_TASK GOAL_
All lines that hold the string "chosen" should be copied. Find them in the listing below.

_RECORD EXTRACTS_
##############################

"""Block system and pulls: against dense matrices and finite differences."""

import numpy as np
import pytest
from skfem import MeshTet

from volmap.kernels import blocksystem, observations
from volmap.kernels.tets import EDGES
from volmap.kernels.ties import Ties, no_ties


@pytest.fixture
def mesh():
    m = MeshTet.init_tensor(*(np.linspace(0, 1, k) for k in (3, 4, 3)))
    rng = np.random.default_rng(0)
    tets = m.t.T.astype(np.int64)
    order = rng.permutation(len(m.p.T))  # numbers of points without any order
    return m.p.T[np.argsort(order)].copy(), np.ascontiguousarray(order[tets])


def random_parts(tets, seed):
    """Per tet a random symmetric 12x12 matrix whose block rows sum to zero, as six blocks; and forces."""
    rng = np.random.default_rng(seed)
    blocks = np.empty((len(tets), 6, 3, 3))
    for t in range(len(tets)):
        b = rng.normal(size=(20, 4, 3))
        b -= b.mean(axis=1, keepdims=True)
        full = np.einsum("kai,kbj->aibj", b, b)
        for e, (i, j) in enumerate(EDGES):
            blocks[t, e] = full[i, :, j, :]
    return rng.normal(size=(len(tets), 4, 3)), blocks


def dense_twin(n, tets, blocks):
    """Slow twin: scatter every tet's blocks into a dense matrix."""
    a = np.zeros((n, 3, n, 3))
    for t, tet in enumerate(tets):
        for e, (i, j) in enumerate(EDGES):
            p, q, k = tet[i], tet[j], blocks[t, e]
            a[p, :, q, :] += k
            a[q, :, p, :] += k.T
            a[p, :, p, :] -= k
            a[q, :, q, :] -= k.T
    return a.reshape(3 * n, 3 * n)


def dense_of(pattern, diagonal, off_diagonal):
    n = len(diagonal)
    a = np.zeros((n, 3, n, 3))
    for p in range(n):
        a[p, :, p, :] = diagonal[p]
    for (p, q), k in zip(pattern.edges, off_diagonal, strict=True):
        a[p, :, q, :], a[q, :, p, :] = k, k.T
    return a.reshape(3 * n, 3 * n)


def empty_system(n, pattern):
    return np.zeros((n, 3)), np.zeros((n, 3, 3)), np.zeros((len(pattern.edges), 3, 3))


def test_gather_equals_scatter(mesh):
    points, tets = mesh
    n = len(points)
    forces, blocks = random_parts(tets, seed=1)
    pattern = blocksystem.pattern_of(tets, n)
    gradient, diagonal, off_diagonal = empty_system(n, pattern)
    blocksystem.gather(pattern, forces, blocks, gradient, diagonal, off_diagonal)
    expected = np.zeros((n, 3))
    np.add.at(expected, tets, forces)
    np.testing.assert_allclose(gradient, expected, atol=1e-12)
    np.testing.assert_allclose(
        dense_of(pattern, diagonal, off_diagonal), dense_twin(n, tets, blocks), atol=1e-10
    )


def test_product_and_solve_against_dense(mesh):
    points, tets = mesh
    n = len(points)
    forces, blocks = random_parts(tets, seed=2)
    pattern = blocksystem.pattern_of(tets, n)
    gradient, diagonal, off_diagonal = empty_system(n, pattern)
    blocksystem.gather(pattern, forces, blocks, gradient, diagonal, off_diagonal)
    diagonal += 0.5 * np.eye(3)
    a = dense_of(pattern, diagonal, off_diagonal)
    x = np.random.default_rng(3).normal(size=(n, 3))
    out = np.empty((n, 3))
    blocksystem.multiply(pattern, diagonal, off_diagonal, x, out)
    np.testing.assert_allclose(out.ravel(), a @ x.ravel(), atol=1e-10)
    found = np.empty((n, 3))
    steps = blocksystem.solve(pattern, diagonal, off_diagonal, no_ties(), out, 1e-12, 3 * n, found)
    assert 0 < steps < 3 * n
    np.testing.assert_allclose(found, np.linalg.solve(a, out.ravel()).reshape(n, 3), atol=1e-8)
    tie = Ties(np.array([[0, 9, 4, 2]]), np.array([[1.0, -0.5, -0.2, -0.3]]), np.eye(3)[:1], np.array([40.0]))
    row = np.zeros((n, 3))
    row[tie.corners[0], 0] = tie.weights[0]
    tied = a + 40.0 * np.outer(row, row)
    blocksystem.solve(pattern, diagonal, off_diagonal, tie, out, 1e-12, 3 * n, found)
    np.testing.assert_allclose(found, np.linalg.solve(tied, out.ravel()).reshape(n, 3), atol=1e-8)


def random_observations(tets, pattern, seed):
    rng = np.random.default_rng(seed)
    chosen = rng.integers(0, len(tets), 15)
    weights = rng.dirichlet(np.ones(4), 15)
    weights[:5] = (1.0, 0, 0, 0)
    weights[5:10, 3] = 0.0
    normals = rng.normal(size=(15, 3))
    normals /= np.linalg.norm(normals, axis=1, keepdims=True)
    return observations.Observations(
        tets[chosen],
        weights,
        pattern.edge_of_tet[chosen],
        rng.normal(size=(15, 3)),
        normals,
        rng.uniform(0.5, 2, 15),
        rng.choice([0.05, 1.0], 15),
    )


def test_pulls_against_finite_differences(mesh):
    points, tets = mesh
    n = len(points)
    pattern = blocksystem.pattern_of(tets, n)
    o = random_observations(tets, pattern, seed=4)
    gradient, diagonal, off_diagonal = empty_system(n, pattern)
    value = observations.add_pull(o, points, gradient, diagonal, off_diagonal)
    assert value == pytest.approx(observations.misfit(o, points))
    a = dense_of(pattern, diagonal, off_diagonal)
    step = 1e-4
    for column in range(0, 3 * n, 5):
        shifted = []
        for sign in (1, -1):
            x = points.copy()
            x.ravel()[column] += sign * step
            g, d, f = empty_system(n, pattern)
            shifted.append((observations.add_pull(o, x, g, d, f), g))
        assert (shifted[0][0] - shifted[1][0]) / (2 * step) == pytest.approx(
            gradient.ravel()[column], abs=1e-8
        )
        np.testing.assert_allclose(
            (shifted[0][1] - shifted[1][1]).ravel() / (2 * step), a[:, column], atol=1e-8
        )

##############################

_ANSWER FOR THIS EXERCISE_
    chosen = rng.integers(0, len(tets), 15)
        tets[chosen],
        pattern.edge_of_tet[chosen],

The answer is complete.